The common thread is automation of repetitive operational work. The documents define how testers and scripts should interact with panels, virtual machines, browser-injection components, malware samples, Windows Defender, administrative backends, and reporting APIs. The emphasis is on reducing manual testing, standardizing logs, coordinating multiple virtual machines, recording pass/fail status, and tying sample execution results back into a central panel.
The overall system described here is not a single component. It is a set of supporting processes and technical requirements for validating other components: encrypted samples, bots, spreading modules, injectors, DPOST collectors, and related infrastructure.
Tor and XMPP setup
One document gives a short procedure for using the Tor Expert Bundle as a local SOCKS5 proxy. The Tor process is started locally and expected to expose a SOCKS endpoint on 127.0.0.1:9050. This proxy is then configured in an XMPP/Jabber client.
The XMPP client configuration includes:
- SOCKS5 proxy type.
- Local proxy host and port.
- Always encrypt connection.
- Allow plaintext authentication only when the connection itself is encrypted.
- Trust the certificate warning on first connection.
- Fill only the nickname/profile field after first login.
The instruction not to invent extra nicknames is consistent with the broader identity-management theme in the management documents: avoid unnecessary identity artifacts and keep account naming predictable.

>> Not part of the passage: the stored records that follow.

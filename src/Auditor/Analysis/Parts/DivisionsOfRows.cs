using Auditor.Data;
using Auditor.Design;
using Auditor.Policies;
using Auditor.Results;

namespace Auditor.Analysis.Parts;

/// <summary>
/// The ways in which a declaration asks for rows to be divided: each segment column; the declared split, else the halves of the time span when time is declared. Where the
/// rows are cut depends on the rows of the fit that is shown, never on a group or on the response, so every group is divided alike.
/// </summary>
internal static class DivisionsOfRows
{
    private const string HalvesOfSpan = "halves of the time span";

    /// <param name="shown">Rows of the fit that is shown.</param>
    public static IReadOnlyList<Division> Of(BoundModel model, RowSubset shown, Policy policy)
    {
        var structure = model.Structure;
        var divisions = structure.Segments.Select(segment => OfSegment(segment, shown, policy.MostParts)).ToList();
        if (structure.Split is { } split)
        {
            divisions.Add(OfSplit(split));
        }
        else if (structure.Time is { } time)
        {
            divisions.Add(OfSpan(time, shown));
        }

        return divisions;
    }

    private static Division OfSegment(ClassedRows segment, RowSubset shown, int most)
    {
        int[] codes = [.. shown.Select(row => segment[row]).Where(code => code >= 0).Distinct().Order()];
        var why = codes.Length > most
            ? $"{segment.Name} has {PlainNumber.Count(codes.Length)} values in the rows that are used, more than the {PlainNumber.Count(most)} parts that the policy allows (most_parts)"
            : codes.Length == 0 ? "no row that is used has a value of it"
            : codes.Length < 2 ? "all rows that are used and have a value of it have the same one" : null;
        return new Division(
            segment.Name, Divisions.Segment, why is null ? [.. codes.Select(code => new DivisionPart(segment.Label(code), row => segment[row] == code))] : [], why);
    }

    private static Division OfSplit(BoundSplit split) => new(
        "split at " + split.Label,
        Divisions.Split,
        [
            new("up to " + split.Label, row => split.HasPlace(row) && split.IsFirst(row)),
            new("after " + split.Label, row => split.HasPlace(row) && !split.IsFirst(row)),
        ]);

    /// <summary>
    /// Cut after the period that leaves the numbers of rows in the two parts nearest to each other (the earlier one of two): whole periods only, so that rows of one period
    /// never stand on both sides.
    /// </summary>
    private static Division OfSpan(TimeAxis time, RowSubset shown)
    {
        var periods = time.Periods.Among(shown);
        if (periods.Count < 2)
        {
            return new Division(HalvesOfSpan, Divisions.Halves, [], "all rows that are used lie in one period");
        }

        var (sizes, before, last, best) = (periods.Sizes(), 0L, 0, long.MaxValue);
        for (var period = 0; period < periods.Count - 1; period++)
        {
            before += sizes[period];
            var apart = Math.Abs((2 * before) - shown.Count);
            (last, best) = apart < best ? (period, apart) : (last, best);
        }

        var (label, end) = (periods.Label(last), time.Periods[shown[periods.Codes.Index().First(row => row.Item == last).Index]]);
        return new Division(HalvesOfSpan, Divisions.Halves, [new("up to " + Named(label), row => time.Periods[row] <= end), new("after " + Named(label), row => time.Periods[row] > end)]);

        string Named(string period) => (time.Column is null ? "place " : time.Column.Name + " ") + period;
    }
}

Crypto-panel testing automation
Several documents describe a "crypto panel" used as a queue and status-management system for encrypted sample testing. The intended workflow resembles a controlled internal file-checking system:
- Users upload or mark samples for testing.
- Virtual machines request samples through an API.
- A sample is assigned to a VM and marked as being checked.
- The VM test script executes a defined test sequence.
- The VM returns status and logs.
- The panel records results and exposes them to operators.
Sample statuses
Encrypted samples should support the following states:
- Do not check.
- Needs checking.
- Checking.
- Checked.
"Do not check" requires a reason, such as known non-working status or a custom reason with comment. "Needs checking" can place a file at the front or back of a queue and can include whether the VM may be rolled back after testing. "Checked" stores per-VM logs, status, start time, and end time.
Virtual machine inventory
The panel should include a VM management section. Each VM has properties such as:
- Machine name.
- IP address.
- OS architecture.
- OS version.
- Active/inactive status.
When a test script connects to the panel API, it identifies itself by the machine name. The panel uses this identity to select work and track which VM is checking which file.
Panel API model
The crypto-panel API has two core operations:
getfile
The VM asks for the next priority file for its machine name. The response contains a database file ID and a base64-encoded file body. From the moment a file is issued, the machine is marked as checking that file. Repeated getfile requests from the same machine are treated as valid, assuming a possible network failure during the previous transfer.
setresult
The VM submits the result for a previously assigned file. Parameters include machine name, status, base64-encoded test log, and file ID. The panel validates that the machine was actually checking that file and that the check is not older than the permitted window. Invalid or stale submissions are ignored.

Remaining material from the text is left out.